(Stored data entries)
//! The dashboard's state and how actions change it. Every change that needs work (filtering the
//! list, opening a person, selecting a cluster, moving T) happens here, on the key press; the
//! draw code then only reads.

use std::collections::HashMap;
use std::path::PathBuf;

use petgraph::visit::EdgeRef;

pub use crate::analysis::filters::Filters;
use crate::analysis::filters::{cycle, FIELDS};
use crate::analysis::planning::{Strategy, TSource};
use crate::analysis::priority::{Part, Ranked};
use crate::ingest::dates;
use crate::metrics::outlook::{self, Outlook};
use crate::report::meta::Meta;
use crate::tui::keys::{Action, Pane};
use crate::tui::model::{scope_stats, Model, ScopeStats};
use crate::workspace::{Change, PersonState, Workspace, FOLLOWUP_STATES};

/// Columns the priority list can be sorted by.
#[derive(Debug, Clone, Copy, PartialEq, Eq, Hash)]
pub enum SortCol {
    /// Score (the rank).
    Rank,
    /// Person ID.
    Id,
    /// Contacts.
    Degree,
    /// Cases met.
    Cases,
    /// Days left in the monitoring window.
    DaysLeft,
    /// Follow-up state.
    Followup,
    /// Manual flags.
    Flags,
}

impl SortCol {
    /// Cycle order.
    pub const ALL: [SortCol; 7] = [
        SortCol::Rank,
        SortCol::Id,
        SortCol::Degree,
        SortCol::Cases,
        SortCol::DaysLeft,
        SortCol::Followup,
        SortCol::Flags,
    ];

    /// Column title.
    pub fn name(self) -> &'static str {
        match self {
            SortCol::Rank => "rank",
            SortCol::Id => "ID",
            SortCol::Degree => "contacts",
            SortCol::Cases => "cases met",
            SortCol::DaysLeft => "days left",
            SortCol::Followup => "follow-up",
            SortCol::Flags => "flags",
        }
    }
}

/// Columns of a person's contact list.
#[derive(Debug, Clone, Copy, PartialEq, Eq)]
pub enum ContactSort {
    /// Contacts' own number of contacts.
    Degree,
    /// Last exposure date.
    Last,
    /// Total minutes.
    Minutes,
    /// ID.
    Id,
}

impl ContactSort {
    /// Cycle order.
    pub const ALL: [ContactSort; 4] = [
        ContactSort::Degree,
        ContactSort::Last,
        ContactSort::Minutes,
        ContactSort::Id,
    ];

    /// Column title.
    pub fn name(self) -> &'static str {
        match self {
            ContactSort::Degree => "contacts",
            ContactSort::Last => "last exposure",
            ContactSort::Minutes => "minutes",
            ContactSort::Id => "ID",
        }
    }
}

/// A scrolling list position.
#[derive(Debug, Clone, Copy, Default, PartialEq, Eq)]
pub struct ListPos {
    /// Selected row.
    pub selected: usize,
    /// First row shown.
    pub offset: usize,
}

impl ListPos {
    fn clamp(&mut self, len: usize, page: usize) {
        let page = page.max(1);
        if len == 0 {
            *self = ListPos::default();
            return;
        }
        self.selected = self.selected.min(len - 1);
        if self.selected < self.offset {
            self.offset = self.selected;
        }
        if self.selected >= self.offset + page {
            self.offset = self.selected + 1 - page;
        }
        self.offset = self.offset.min(len.saturating_sub(page));
    }

    fn step(&mut self, action: Action, len: usize, page: usize) -> bool {
        let last = len.saturating_sub(1);
        let s = self.selected;
        self.selected = match action {
            Action::Up => s.saturating_sub(1),
            Action::Down => (s + 1).min(last),
            Action::PageUp => s.saturating_sub(page.max(1)),
            Action::PageDown => (s + page.max(1)).min(last),
            Action::Home => 0,
            Action::End => last,
            _ => return false,
        };
        self.clamp(len, page);
        true
    }
}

§ About this task:
Up to and including the line with "Last exposure date.", print every line of the records from the start.

§ Reply:
//! The dashboard's state and how actions change it. Every change that needs work (filtering the
//! list, opening a person, selecting a cluster, moving T) happens here, on the key press; the
//! draw code then only reads.

use std::collections::HashMap;
use std::path::PathBuf;

use petgraph::visit::EdgeRef;

pub use crate::analysis::filters::Filters;
use crate::analysis::filters::{cycle, FIELDS};
use crate::analysis::planning::{Strategy, TSource};
use crate::analysis::priority::{Part, Ranked};
use crate::ingest::dates;
use crate::metrics::outlook::{self, Outlook};
use crate::report::meta::Meta;
use crate::tui::keys::{Action, Pane};
use crate::tui::model::{scope_stats, Model, ScopeStats};
use crate::workspace::{Change, PersonState, Workspace, FOLLOWUP_STATES};

/// Columns the priority list can be sorted by.
#[derive(Debug, Clone, Copy, PartialEq, Eq, Hash)]
pub enum SortCol {
    /// Score (the rank).
    Rank,
    /// Person ID.
    Id,
    /// Contacts.
    Degree,
    /// Cases met.
    Cases,
    /// Days left in the monitoring window.
    DaysLeft,
    /// Follow-up state.
    Followup,
    /// Manual flags.
    Flags,
}

impl SortCol {
    /// Cycle order.
    pub const ALL: [SortCol; 7] = [
        SortCol::Rank,
        SortCol::Id,
        SortCol::Degree,
        SortCol::Cases,
        SortCol::DaysLeft,
        SortCol::Followup,
        SortCol::Flags,
    ];

    /// Column title.
    pub fn name(self) -> &'static str {
        match self {
            SortCol::Rank => "rank",
            SortCol::Id => "ID",
            SortCol::Degree => "contacts",
            SortCol::Cases => "cases met",
            SortCol::DaysLeft => "days left",
            SortCol::Followup => "follow-up",
            SortCol::Flags => "flags",
        }
    }
}

/// Columns of a person's contact list.
#[derive(Debug, Clone, Copy, PartialEq, Eq)]
pub enum ContactSort {
    /// Contacts' own number of contacts.
    Degree,
    /// Last exposure date.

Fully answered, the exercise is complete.